Assigned task: Reproduce word for word, from the entries below, the line with "chosen = None", the line with "n, src, man, kw, angle_unit, signal_unit, nonfinite, owned=True)", and every line between them, and nothing more.

[Stored data]

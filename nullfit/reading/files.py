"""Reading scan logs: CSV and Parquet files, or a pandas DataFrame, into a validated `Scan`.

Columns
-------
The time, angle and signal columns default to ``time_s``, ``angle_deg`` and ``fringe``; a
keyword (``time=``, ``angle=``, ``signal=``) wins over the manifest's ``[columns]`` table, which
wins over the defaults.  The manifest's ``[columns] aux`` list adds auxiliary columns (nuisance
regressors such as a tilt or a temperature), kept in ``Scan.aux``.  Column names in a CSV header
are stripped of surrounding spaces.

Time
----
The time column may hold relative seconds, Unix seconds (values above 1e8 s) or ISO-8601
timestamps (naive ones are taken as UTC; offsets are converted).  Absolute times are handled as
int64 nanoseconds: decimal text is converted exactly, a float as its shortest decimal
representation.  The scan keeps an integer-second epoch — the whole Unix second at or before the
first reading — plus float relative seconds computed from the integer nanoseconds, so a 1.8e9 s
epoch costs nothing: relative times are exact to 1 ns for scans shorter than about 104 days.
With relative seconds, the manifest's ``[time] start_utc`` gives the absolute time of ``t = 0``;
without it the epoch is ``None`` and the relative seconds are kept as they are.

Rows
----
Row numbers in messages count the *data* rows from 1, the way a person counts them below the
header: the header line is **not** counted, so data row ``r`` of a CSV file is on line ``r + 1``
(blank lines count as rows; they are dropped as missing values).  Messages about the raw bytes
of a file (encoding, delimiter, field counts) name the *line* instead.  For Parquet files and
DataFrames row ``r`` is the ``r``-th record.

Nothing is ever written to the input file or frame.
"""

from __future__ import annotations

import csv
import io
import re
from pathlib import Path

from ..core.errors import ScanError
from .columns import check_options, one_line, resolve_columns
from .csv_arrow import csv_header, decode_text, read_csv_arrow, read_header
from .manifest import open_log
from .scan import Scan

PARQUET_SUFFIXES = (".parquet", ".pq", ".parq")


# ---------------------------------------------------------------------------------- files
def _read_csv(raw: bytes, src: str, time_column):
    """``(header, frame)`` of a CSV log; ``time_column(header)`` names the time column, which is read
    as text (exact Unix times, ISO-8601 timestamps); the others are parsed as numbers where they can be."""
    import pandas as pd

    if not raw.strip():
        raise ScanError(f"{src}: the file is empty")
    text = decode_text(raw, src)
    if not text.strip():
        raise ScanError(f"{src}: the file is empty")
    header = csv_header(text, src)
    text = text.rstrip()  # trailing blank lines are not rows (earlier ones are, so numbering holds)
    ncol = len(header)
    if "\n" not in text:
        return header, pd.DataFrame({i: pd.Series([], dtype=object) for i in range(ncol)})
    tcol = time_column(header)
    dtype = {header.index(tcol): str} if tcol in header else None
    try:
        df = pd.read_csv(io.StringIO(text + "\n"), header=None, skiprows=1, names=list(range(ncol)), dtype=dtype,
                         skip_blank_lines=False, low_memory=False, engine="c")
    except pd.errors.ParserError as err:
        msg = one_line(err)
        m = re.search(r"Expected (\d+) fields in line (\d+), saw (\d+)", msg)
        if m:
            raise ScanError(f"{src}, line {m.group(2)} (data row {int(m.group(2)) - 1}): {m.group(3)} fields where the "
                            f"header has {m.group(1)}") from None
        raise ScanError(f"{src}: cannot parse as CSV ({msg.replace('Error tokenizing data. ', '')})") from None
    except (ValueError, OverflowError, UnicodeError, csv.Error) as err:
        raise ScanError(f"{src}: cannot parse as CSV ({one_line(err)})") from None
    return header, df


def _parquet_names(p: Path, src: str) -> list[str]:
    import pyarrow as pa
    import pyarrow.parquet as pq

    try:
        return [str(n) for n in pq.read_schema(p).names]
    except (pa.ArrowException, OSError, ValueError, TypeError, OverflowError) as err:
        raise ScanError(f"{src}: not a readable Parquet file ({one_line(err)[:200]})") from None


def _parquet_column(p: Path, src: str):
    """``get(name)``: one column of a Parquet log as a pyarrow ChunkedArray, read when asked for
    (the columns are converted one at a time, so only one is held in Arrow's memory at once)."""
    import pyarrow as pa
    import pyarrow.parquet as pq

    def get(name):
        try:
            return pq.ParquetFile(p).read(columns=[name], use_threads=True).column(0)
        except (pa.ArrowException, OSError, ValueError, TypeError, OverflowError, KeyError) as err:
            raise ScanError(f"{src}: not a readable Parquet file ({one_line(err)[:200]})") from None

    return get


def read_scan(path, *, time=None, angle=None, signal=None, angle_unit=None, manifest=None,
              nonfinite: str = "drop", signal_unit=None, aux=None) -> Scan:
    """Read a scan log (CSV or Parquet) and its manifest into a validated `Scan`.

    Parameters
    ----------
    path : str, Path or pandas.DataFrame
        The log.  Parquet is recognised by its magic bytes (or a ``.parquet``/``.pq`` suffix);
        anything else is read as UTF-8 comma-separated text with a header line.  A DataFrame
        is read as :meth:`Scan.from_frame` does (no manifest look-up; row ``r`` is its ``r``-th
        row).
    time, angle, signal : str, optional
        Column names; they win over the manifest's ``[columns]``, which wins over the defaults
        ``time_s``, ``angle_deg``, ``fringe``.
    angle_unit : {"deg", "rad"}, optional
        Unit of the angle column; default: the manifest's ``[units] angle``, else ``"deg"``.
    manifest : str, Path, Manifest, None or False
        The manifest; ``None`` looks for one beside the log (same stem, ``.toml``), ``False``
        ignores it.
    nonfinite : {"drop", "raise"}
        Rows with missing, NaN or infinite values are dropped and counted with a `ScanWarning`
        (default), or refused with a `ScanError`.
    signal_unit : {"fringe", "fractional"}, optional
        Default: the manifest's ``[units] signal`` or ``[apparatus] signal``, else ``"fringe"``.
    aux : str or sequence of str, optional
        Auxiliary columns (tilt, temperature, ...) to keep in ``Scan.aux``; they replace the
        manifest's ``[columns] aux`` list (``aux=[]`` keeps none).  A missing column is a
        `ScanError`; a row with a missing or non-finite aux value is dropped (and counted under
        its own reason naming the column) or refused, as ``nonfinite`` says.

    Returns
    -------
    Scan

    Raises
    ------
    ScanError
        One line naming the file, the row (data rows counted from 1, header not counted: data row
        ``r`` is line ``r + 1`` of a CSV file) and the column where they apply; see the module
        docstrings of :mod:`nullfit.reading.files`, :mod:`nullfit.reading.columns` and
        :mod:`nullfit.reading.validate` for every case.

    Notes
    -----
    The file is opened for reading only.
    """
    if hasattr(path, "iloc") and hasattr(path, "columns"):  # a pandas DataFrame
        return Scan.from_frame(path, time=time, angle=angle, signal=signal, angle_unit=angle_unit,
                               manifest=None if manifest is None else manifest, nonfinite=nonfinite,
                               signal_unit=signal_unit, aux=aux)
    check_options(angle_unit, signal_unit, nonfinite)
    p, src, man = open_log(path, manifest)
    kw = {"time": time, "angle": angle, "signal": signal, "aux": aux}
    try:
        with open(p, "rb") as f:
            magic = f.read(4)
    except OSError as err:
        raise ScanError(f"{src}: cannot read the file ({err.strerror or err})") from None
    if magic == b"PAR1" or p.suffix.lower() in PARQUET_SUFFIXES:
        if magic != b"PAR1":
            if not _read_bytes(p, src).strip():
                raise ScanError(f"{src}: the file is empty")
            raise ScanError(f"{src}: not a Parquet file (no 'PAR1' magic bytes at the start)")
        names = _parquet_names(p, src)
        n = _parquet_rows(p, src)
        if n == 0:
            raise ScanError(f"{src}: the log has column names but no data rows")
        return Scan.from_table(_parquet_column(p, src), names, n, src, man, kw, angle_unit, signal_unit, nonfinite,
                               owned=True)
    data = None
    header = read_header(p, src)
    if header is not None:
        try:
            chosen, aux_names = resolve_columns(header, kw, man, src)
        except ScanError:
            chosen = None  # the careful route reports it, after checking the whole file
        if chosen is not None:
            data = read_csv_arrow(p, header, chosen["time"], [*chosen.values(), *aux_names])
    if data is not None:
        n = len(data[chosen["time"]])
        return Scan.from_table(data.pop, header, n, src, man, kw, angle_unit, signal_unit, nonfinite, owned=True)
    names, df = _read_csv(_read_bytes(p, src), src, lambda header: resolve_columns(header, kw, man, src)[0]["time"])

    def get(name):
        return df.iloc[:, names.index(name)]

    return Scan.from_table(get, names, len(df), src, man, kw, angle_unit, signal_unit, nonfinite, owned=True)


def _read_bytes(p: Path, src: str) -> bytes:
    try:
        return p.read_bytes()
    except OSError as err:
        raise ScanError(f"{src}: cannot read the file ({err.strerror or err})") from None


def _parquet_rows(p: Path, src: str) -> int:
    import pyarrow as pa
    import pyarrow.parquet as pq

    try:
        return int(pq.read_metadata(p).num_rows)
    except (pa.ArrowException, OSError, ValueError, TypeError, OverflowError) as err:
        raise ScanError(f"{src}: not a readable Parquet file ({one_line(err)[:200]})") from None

Task response:
            chosen = None  # the careful route reports it, after checking the whole file
        if chosen is not None:
            data = read_csv_arrow(p, header, chosen["time"], [*chosen.values(), *aux_names])
    if data is not None:
        n = len(data[chosen["time"]])
        return Scan.from_table(data.pop, header, n, src, man, kw, angle_unit, signal_unit, nonfinite, owned=True)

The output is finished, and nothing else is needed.